As an example, a number of methods may be employed to determine a distribution of electromagnetic properties, such as conductivity, resistivity, admittance, or impedance, in subterranean formations around a wellbore. These properties relate the current density passing through a region in the subterranean formation to the electric field applied to that region, and in general they depend on the frequency of the electromagnetic field. Conductivity generally refers to the ratio of the magnitude of current density to the magnitude of the electric field, and resistivity is the reciprocal of conductivity. Admittance is a complex number that incorporates both the ratio of the magnitudes, and the phase shift between, the current density and electric field as a function of frequency. Impedance is the reciprocal of admittance.

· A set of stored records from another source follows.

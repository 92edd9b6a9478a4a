"""An improper posterior that the mode search does not catch, found by the pilot: a spread that grows without limit.

A log-density flat along some direction (``-0.5 (a - b)^2`` is flat along
``a + b``) has a finite mode search, a singular Hessian, and infinite mass:
the pilot's chains diffuse along that direction, each stage's draws wider than
the last, and the adapted covariance grows with them. A proper posterior's
spread stops growing once it reaches the posterior's width, and its
log-density falls far from the centre; so the check is

1. the trigger: the pilot has not settled and its covariance ``C`` has grown
   at least :data:`GROWTH_TRIGGER`-fold over the start ``C0`` along some
   direction (the largest eigenvalue ``g`` of ``C0^{-1} C``, with eigenvector
   ``w``);
2. the confirmation: along the 1-sd move ``delta = C w / sqrt(w^T C w)`` (the
   regression of the parameters on the projection ``w^T theta``), from the
   mean of the pilot's last draws, the log-density is evaluated at
   ``1, 10^2, 10^4, 10^6`` times ``delta`` on each side. The mass along a ray
   ``int p(m + t delta) dt`` diverges when ``p`` falls more slowly than
   ``1 / t``; a side on which every 100-fold step lowers the log-density by
   less than ``log 100`` (and never to ``-inf``: a bound closes it) is taken
   as such. Any proper density falls faster far enough out: a Gaussian by
   ``t^2 / 2``, a Student-t with ``nu`` degrees of freedom in ``d`` dimensions
   by ``(nu + d) log 100`` per 100-fold step.

The job then stops with a one-line error naming the parameters that move along
that direction (at least a tenth as far as the one moving most) and saying
what to add, as for a flat parameter or a runaway mode search: an improper
posterior has no mean or spread to report, so a finding beside numbers would
invite using the numbers.
"""

from __future__ import annotations

from dataclasses import dataclass

import numpy as np
from scipy import linalg, optimize

#: Variance growth of the pilot's covariance over its start, along one direction, that calls for the ray check
#: (10-fold in sd: more than the component-wise probe's single rescaling of a poor start, ``PROBE_LIMIT``).
GROWTH_TRIGGER = 100.0
#: Distances along the ray, in units of the pilot's spread along it.
RAY_DISTANCES = (1.0, 1e2, 1e4, 1e6)
#: Evaluations of the profile's search at each distance, per parameter searched over.
PROFILE_EVALUATIONS_PER_PARAMETER = 20
#: A parameter is named when its move along the flat direction (in its own sd at the start) is at
#: least this share of the largest move.
NAMED_SHARE = 0.1


@dataclass(frozen=True)
class SpreadRunaway:
    """A direction along which the pilot's spread grew and the log-density stays flat.

    Attributes
    ----------
    growth : float
        Variance growth along the direction, ``w^T C w / w^T C0 w``.
    step : ndarray of shape (d,)
        The direction found flat: the 1-sd move ``delta`` plus the profile's offset across it.
    log_density : ndarray of shape (2, len(RAY_DISTANCES))
        The profile log-density at ``RAY_DISTANCES`` on each side, plus side first.
    share : ndarray of shape (d,)
        Each parameter's move along ``step`` in units of its sd at the start, over the largest such move.
    side : int
        +1 or -1, the side on which the log-density stays flat.
    """

    growth: float
    step: np.ndarray
    log_density: np.ndarray
    share: np.ndarray
    side: int


def growth_direction(start_covariance: np.ndarray, covariance: np.ndarray) -> tuple[float, np.ndarray]:
    """Largest eigenvalue of ``C0^{-1} C`` and its eigenvector ``w`` (shape (d,)): how far and where the spread grew."""
    values, vectors = linalg.eigh(covariance, start_covariance)
    return float(values[-1]), vectors[:, -1]


def _flat_side(values: np.ndarray) -> bool:
    """Every 100-fold step along the ray lowers the log-density by less than ``log 100``; all finite."""
    if not np.all(np.isfinite(values)):
        return False
    ratio = np.log(np.asarray(RAY_DISTANCES[1:]) / np.asarray(RAY_DISTANCES[:-1]))
    return bool(np.all(np.diff(values) > -ratio))


def _complement(step: np.ndarray, chol: np.ndarray) -> np.ndarray:
    """Columns ``L0 Q``: ``Q`` an orthonormal basis of the complement of ``L0^{-1} step``, shape (d, d - 1)."""
    white = np.linalg.solve(chol, step)
    basis = linalg.null_space(white[None, :])
    return chol @ basis


def _profile(evaluate, centre: np.ndarray, step: np.ndarray, across: np.ndarray, distances,
             budget: int) -> tuple[np.ndarray, np.ndarray]:
    """Largest log-density at ``centre + t (step + across z)`` over ``z``, for each ``t`` in ``distances``.

    L-BFGS-B from the previous distance's optimum, at most ``budget`` evaluations
    each: a ray that misses a flat ridge by a small angle finds it again.
    Returns the values and the direction ``step + across z`` found at the last distance.
    """
    def negative(z, t):
        # The offset across is per unit distance: a ridge that leaves the ray at an angle is at the same z at
        # every distance, and finite differences in z stay above the rounding of far points.
        value = float(np.asarray(evaluate((centre + t * (step + across @ z))[None, :]).values, dtype=float)[0])
        return -value if np.isfinite(value) else 1e300

    z, values = np.zeros(across.shape[1]), []
    for t in distances:
        if across.shape[1] == 0:
            value = negative(z, t)
            values.append(-value if value < 1e300 else -np.inf)
            continue
        found = optimize.minimize(negative, z, args=(t,), method="L-BFGS-B", options={"maxfun": budget})
        z = found.x
        # Nowhere finite across the ray at this distance (outside a bound): the side is closed.
        values.append(-float(found.fun) if found.fun < 1e300 else -np.inf)
    return np.array(values), step + across @ z


def find_spread_runaway(evaluate, centre: np.ndarray, start_covariance: np.ndarray,
                        covariance: np.ndarray) -> SpreadRunaway | None:
    """The ray check along the direction of largest growth; None when the growth is small or the density falls.

    Parameters
    ----------
    evaluate : callable
        Takes points of shape (n, d), returns a BatchResult (the counted evaluator).
    centre : ndarray of shape (d,)
        Mean of the pilot's last draws.
    start_covariance, covariance : ndarray of shape (d, d)
        ``C0`` (what the pilot started from) and ``C`` (where it ended).
    """
    try:
        growth, w = growth_direction(start_covariance, covariance)
        chol = np.linalg.cholesky(start_covariance)
    except (linalg.LinAlgError, ValueError):
        return None
    if not growth >= GROWTH_TRIGGER:
        return None
    step = covariance @ w / np.sqrt(float(w @ covariance @ w))
    across = _complement(step, chol)
    budget = PROFILE_EVALUATIONS_PER_PARAMETER * (across.shape[1] + 1)
    with np.errstate(all="ignore"):
        rays = [_profile(evaluate, centre, side * step, across, RAY_DISTANCES, budget) for side in (1, -1)]
    flat = [k for k, (values, _) in enumerate(rays) if _flat_side(values)]
    if not flat:
        return None
    direction = rays[flat[0]][1]
    # Each parameter's move along the flat direction, in units of its spread at the start.
    moves = np.abs(direction) / np.sqrt(np.diag(start_covariance))
    return SpreadRunaway(growth, direction, np.array([rays[0][0], rays[1][0]]), moves / moves.max(),
                         1 if flat[0] == 0 else -1)


def runaway_message(found: SpreadRunaway, names: list) -> str:
    """One line: the posterior is not proper, along which parameters, and what to add."""
    named = [names[i] for i in np.flatnonzero(found.share >= NAMED_SHARE)] or [names[int(np.argmax(found.share))]]
    row = found.log_density[0 if found.side > 0 else 1]
    return (
        f"the posterior is not proper: the pilot's spread grew {found.growth:.3g}-fold (in variance) along "
        f"a direction that moves {', '.join(named)}, and the log-density stays flat along it (it changes by "
        f"{row[-1] - row[0]:+.3g} from 1 to a million times the pilot's spread), so the chains diffuse without "
        f"limit; add a prior for {', '.join(named)} (PRIOR or LOG_PRIOR in the model file, prior= in Python) "
        "or bounds (--bound NAME=LOW:HIGH)."
    )
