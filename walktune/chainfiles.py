"""Read draws from any sampler: .npy, .npz, .csv/.tsv, one file or one file per chain.

Formats
-------
``.npy``
    Shaped (draws, params) or (chains, draws, params), read with memory
    mapping. Object arrays are refused: user files are never unpickled.
``.npz``
    One array per parameter, each (draws,) or (chains, draws); or one array
    plus a string array of names (keys ``names`` or ``parameter_names``).
``.csv`` / ``.tsv``
    A header row of names, one draw per row, and optionally a column naming
    the chain of each row. Read in chunks.

Several files are several chains: each must hold one chain with the same
parameters.

Layouts
-------
An array's axes are read as (chains, draws, params), or (draws, params) for a
2-D array, unless ``layout`` says otherwise (``"draws,chains,params"``,
``"chains,draws,params"``, ``"draws,params"``, ``"params,draws"``); a stated layout is recorded in
:attr:`ChainData.layout`.

Memory
------
A .npy file stays memory-mapped; :func:`release_pages` drops the pages a block
read has touched from the process, so that reading a file block by block keeps
only one block resident (see :mod:`walktune.inspection`). A .npz file and a
.csv/.tsv table are read whole into memory: a .npz member may be compressed and
cannot be read in parts, and a table's rows must be parsed to be found.
"""

from __future__ import annotations

import csv
import mmap
from dataclasses import dataclass
from pathlib import Path

import numpy as np

from .errors import WalktuneError

CSV_CHUNK_ROWS = 50_000

#: The layouts an array's axes can be stated in; the first is the default reading of a 3-D array.
LAYOUTS = ("chains,draws,params", "draws,chains,params", "draws,params", "params,draws")


@dataclass
class ChainData:
    """Draws shaped (chains, draws, params) and the parameter names.

    ``draws`` may be a (transposed) view of a memory-mapped file. ``layout`` is
    the layout the axes were stated in, or that tables have by format (rows are
    draws); None when an array was given the default reading.
    """

    draws: np.ndarray
    names: list
    sources: list
    layout: str | None = None


def check_layout(layout) -> str | None:
    """The layout as one of :data:`LAYOUTS` (spaces ignored), or None; a WalktuneError otherwise."""
    if layout is None:
        return None
    text = str(layout).replace(" ", "").lower()
    if text not in LAYOUTS:
        raise WalktuneError(f"layout {layout!r} is not one of {', '.join(LAYOUTS)}.")
    return text


def orient(array: np.ndarray, layout: str | None, what: str = "the draws") -> np.ndarray:
    """View ``array`` as (chains, draws, params) under the stated ``layout`` (no copy).

    Without a layout, 1-D is one chain of one parameter, 2-D is (draws, params)
    and 3-D is (chains, draws, params).
    """
    if layout is None:
        if array.ndim == 1:
            return array[None, :, None]
        if array.ndim == 2:
            return array[None, :, :]
        if array.ndim == 3:
            return array
        raise WalktuneError(f"{what} have shape {array.shape}; expected (draws, params) or (chains, draws, params).")
    wanted = 2 if layout in ("draws,params", "params,draws") else 3
    if array.ndim != wanted:
        raise WalktuneError(f"{what} have shape {array.shape}, which is not {wanted}-dimensional as layout {layout} says.")
    if layout == "draws,params":
        return array[None, :, :]
    if layout == "params,draws":
        return array.T[None, :, :]
    if layout == "draws,chains,params":
        return np.transpose(array, (1, 0, 2))
    return array


def memory_map_of(array) -> mmap.mmap | None:
    """The memory map ``array`` is a view of (found through ``.base``), or None for an in-memory array."""
    base = array
    while base is not None and not isinstance(base, mmap.mmap):
        base = getattr(base, "base", None)
    return base


def release_pages(array) -> None:
    """Drop the pages of ``array``'s memory map from the process (no effect on in-memory arrays).

    Pages of a file mapping that have been read count as resident memory until
    released; ``madvise(MADV_DONTNEED)`` on a read-only file mapping releases
    them, and a later read faults them in again from the file (or page cache).
    """
    view = array
    while view is not None and not isinstance(view, mmap.mmap):
        if isinstance(view, np.memmap) and view.mode in ("c", "copyonwrite"):
            return  # a private mapping: releasing would discard the caller's changes to it
        view = getattr(view, "base", None)
    base = view
    if base is not None and hasattr(base, "madvise") and hasattr(mmap, "MADV_DONTNEED"):
        base.madvise(mmap.MADV_DONTNEED)


def _refuse_object(array: np.ndarray, path: Path) -> None:
    if array.dtype.kind not in "fiu":
        raise WalktuneError(f"{path} holds {array.dtype} data, not numbers; save the draws as a float array.")


def _read_npy(path: Path) -> tuple[np.ndarray, list | None]:
    try:
        array = np.load(path, mmap_mode="r", allow_pickle=False)
    except ValueError as error:
        if any(k in str(error) for k in ("allow_pickle", "Object arrays", "Python objects")):
            raise WalktuneError(f"{path} holds pickled objects; walktune never unpickles files. Save a float array.") from None
        raise WalktuneError(f"{path} is not a readable .npy file ({error}); it may be truncated.") from None
    except (OSError, EOFError) as error:
        raise WalktuneError(f"{path} is not a readable .npy file ({error}); it may be truncated.") from None
    _refuse_object(array, path)
    return array, None


def _read_npz(path: Path, layout: str | None) -> tuple[np.ndarray, list | None]:
    try:
        archive = np.load(path, allow_pickle=False)
        contents = {key: archive[key] for key in archive.files}
    except ValueError as error:
        if any(k in str(error) for k in ("allow_pickle", "Object arrays", "Python objects")):
            raise WalktuneError(f"{path} holds pickled objects; walktune never unpickles files.") from None
        raise WalktuneError(f"{path} is not a readable .npz file ({error}).") from None
    except (OSError, EOFError, KeyError) as error:
        raise WalktuneError(f"{path} is not a readable .npz file ({error}); it may be truncated.") from None
    if not contents:
        raise WalktuneError(f"{path} holds no arrays.")
    names_key = next((k for k in ("parameter_names", "names") if k in contents), None)
    if names_key is not None:
        names = [str(n) for n in contents.pop(names_key).reshape(-1)]
        if len(contents) != 1:
            raise WalktuneError(f"{path} has names and {len(contents)} arrays; with names give exactly one draws array.")
        (array,) = contents.values()
        _refuse_object(array, path)
        if array.ndim == 2 and layout is None:
            array = array[None]
        array = orient(array, layout, str(path))
        if array.shape[2] != len(names):
            raise WalktuneError(
                f"{path}: draws of shape {array.shape} do not match {len(names)} names; expected (chains, draws, {len(names)})."
            )
        return array, names
    shapes = {key: value.shape for key, value in contents.items()}
    if len(set(shapes.values())) != 1:
        raise WalktuneError(f"{path}: the per-parameter arrays differ in shape ({shapes}); they must be equal.")
    for value in contents.values():
        _refuse_object(value, path)
    first = next(iter(contents.values()))
    if first.ndim not in (1, 2):
        raise WalktuneError(f"{path}: per-parameter arrays must be (draws,) or (chains, draws); got {first.shape}.")
    if layout not in (None, "chains,draws,params") and first.ndim == 2:
        raise WalktuneError(f"{path}: per-parameter arrays are read as (chains, draws); layout {layout} does not apply.")
    stacked = np.stack([np.atleast_2d(v) for v in contents.values()], axis=-1)
    return stacked, list(contents)


def _read_table(path: Path, chain_column: str | None) -> tuple[np.ndarray, list]:
    delimiter = "\t" if path.suffix.lower() == ".tsv" else ","
    try:
        handle = path.open(newline="")
    except OSError as error:
        raise WalktuneError(f"cannot read {path}: {error.strerror}.") from None
    with handle:
        reader = csv.reader(handle, delimiter=delimiter)
        header = next(reader, None)
        if header is None or not any(h.strip() for h in header):
            raise WalktuneError(f"{path} is empty; expected a header row of parameter names and one draw per row.")
        header = [h.strip() for h in header]
        if len(set(header)) != len(header):
            raise WalktuneError(f"{path}: the header repeats a column name.")
        chain_index = None
        if chain_column is not None:
            if chain_column not in header:
                raise WalktuneError(f"{path} has no column {chain_column!r}; columns: {', '.join(header)}.")
            chain_index = header.index(chain_column)
        names = [h for i, h in enumerate(header) if i != chain_index]
        value_columns = [i for i in range(len(header)) if i != chain_index]
        blocks, labels = [], []
        rows, row_labels = [], []
        line = 1

        def flush():
            if not rows:
                return
            try:
                blocks.append(np.array(rows, dtype=float))
            except ValueError:
                for offset, row in enumerate(rows):
                    for column, cell in zip(names, row):
                        try:
                            float(cell)
                        except ValueError:
                            raise WalktuneError(
                                f"{path}, line {line - len(rows) + offset + 1}: {cell!r} in column {column!r} is not a number."
                            ) from None
                raise
            labels.extend(row_labels)
            rows.clear()
            row_labels.clear()

        for record in reader:
            line += 1
            if not record or all(not c.strip() for c in record):
                continue
            if len(record) != len(header):
                raise WalktuneError(f"{path}, line {line}: {len(record)} cells where the header has {len(header)}.")
            rows.append([record[i] for i in value_columns])
            if chain_index is not None:
                row_labels.append(record[chain_index].strip())
            if len(rows) >= CSV_CHUNK_ROWS:
                flush()
        flush()
    if not blocks:
        raise WalktuneError(f"{path} has a header but no draws.")
    table = np.concatenate(blocks, axis=0)
    if chain_index is None:
        return table[None, :, :], names
    order = list(dict.fromkeys(labels))
    labels_array = np.array(labels)
    if len(order) < 2:
        raise WalktuneError(
            f"{path}: the chain column {chain_column!r} names only one chain; drop the option, or check the column."
        )
    chains = [table[labels_array == label] for label in order]
    lengths = {c.shape[0] for c in chains}
    if len(lengths) != 1:
        raise WalktuneError(
            f"{path}: chains have different lengths ({', '.join(f'{o}: {c.shape[0]}' for o, c in zip(order, chains))}); "
            "trim them to a common length."
        )
    return np.stack(chains), names


def read_chains(paths, chain_column: str | None = None, layout: str | None = None) -> ChainData:
    """Read draws from one file or several files (one chain each).

    Parameters
    ----------
    paths : path or list of paths
        .npy, .npz, .csv or .tsv files; several files are several chains.
    chain_column : str, optional
        The column of a table that names each row's chain.
    layout : {"chains,draws,params", "draws,chains,params", "draws,params", "params,draws"}, optional
        How the axes of a .npy/.npz array are laid out (default: (chains, draws,
        params) for 3-D, (draws, params) for 2-D). Tables are always (draws, columns).

    Returns
    -------
    ChainData
        ``draws`` of shape (chains, draws, params), a view of the file for .npy.
    """
    layout = check_layout(layout)
    paths = [Path(p) for p in ([paths] if isinstance(paths, (str, Path)) else paths)]
    if not paths:
        raise WalktuneError("no draws file given.")
    arrays, names = [], None
    for path in paths:
        if not path.exists():
            raise WalktuneError(f"draws file {path} does not exist.")
        suffix = path.suffix.lower()
        if suffix == ".npy":
            array, file_names = _read_npy(path)
            array = orient(array, layout, str(path))
        elif suffix == ".npz":
            array, file_names = _read_npz(path, layout)
        elif suffix in (".csv", ".tsv"):
            if layout not in (None, "chains,draws,params", "draws,params"):
                raise WalktuneError(f"{path}: a table holds one draw per row; layout {layout} does not apply.")
            array, file_names = _read_table(path, chain_column)
        else:
            raise WalktuneError(f"{path}: unknown file type {suffix!r}; use .npy, .npz, .csv or .tsv.")
        if names is not None and file_names is not None and file_names != names:
            raise WalktuneError(f"{path} has parameters {file_names}, unlike the first file's {names}.")
        names = names or file_names
        arrays.append(array)
    if len(arrays) == 1:
        draws = arrays[0]
    else:
        shapes = {a.shape[1:] for a in arrays}
        if any(a.shape[0] != 1 for a in arrays):
            raise WalktuneError("with several files, each must hold exactly one chain.")
        if len(shapes) != 1:
            raise WalktuneError(
                f"the files hold chains of different shapes ({', '.join(str(a.shape[1:]) for a in arrays)}); "
                "trim them to a common length."
            )
        draws = np.concatenate([np.asarray(a, dtype=float) for a in arrays], axis=0)
    if names is None:
        names = [f"theta[{i}]" for i in range(draws.shape[2])]
    if layout is None and all(p.suffix.lower() in (".csv", ".tsv") for p in paths):
        layout = "chains,draws,params" if chain_column is not None else "draws,params"  # rows are draws, by format
    return ChainData(draws=draws, names=names, sources=[str(p) for p in paths], layout=layout)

It is common to inject one or more injected materials into the wellbore and/or into the subterranean formation during construction of, during completion of, during stimulation of, and/or during production from the well. The extent to which these injected materials flow from the wellbore and/or penetrate into the subterranean formation may vary from well to well and/or within a given well and may be governed by a variety of factors. Examples of these factors include a porosity of the subterranean formation, a permeability of the subterranean formation, a chemical composition of fluids that are present within the subterranean formation, and/or a pressure utilized to inject the one or more materials into the subterranean formation.
From a practical perspective, it may be desirable to understand and/or quantify a location of these injected materials within the subterranean formation. One means to achieve this objective is to incorporate a “tracer material” into the injected materials that can alter a physical property of the region into which it is injected. Conventional detection methodologies, such as those described above, then may be utilized before, during, and/or after the injection to monitor changes in the corresponding physical property, such as electrical admittance, and subsequently to deduce the quantity and/or location of the tracer material. However, it often is difficult to generate sufficient contrast of the physical property between the injected materials and the subterranean formation to permit accurate detection of the injected materials within the subterranean formation utilizing conventional detection methodologies. Thus, there exists a need for improved methods of determining a spatial distribution of an injected tracer material within a subterranean formation.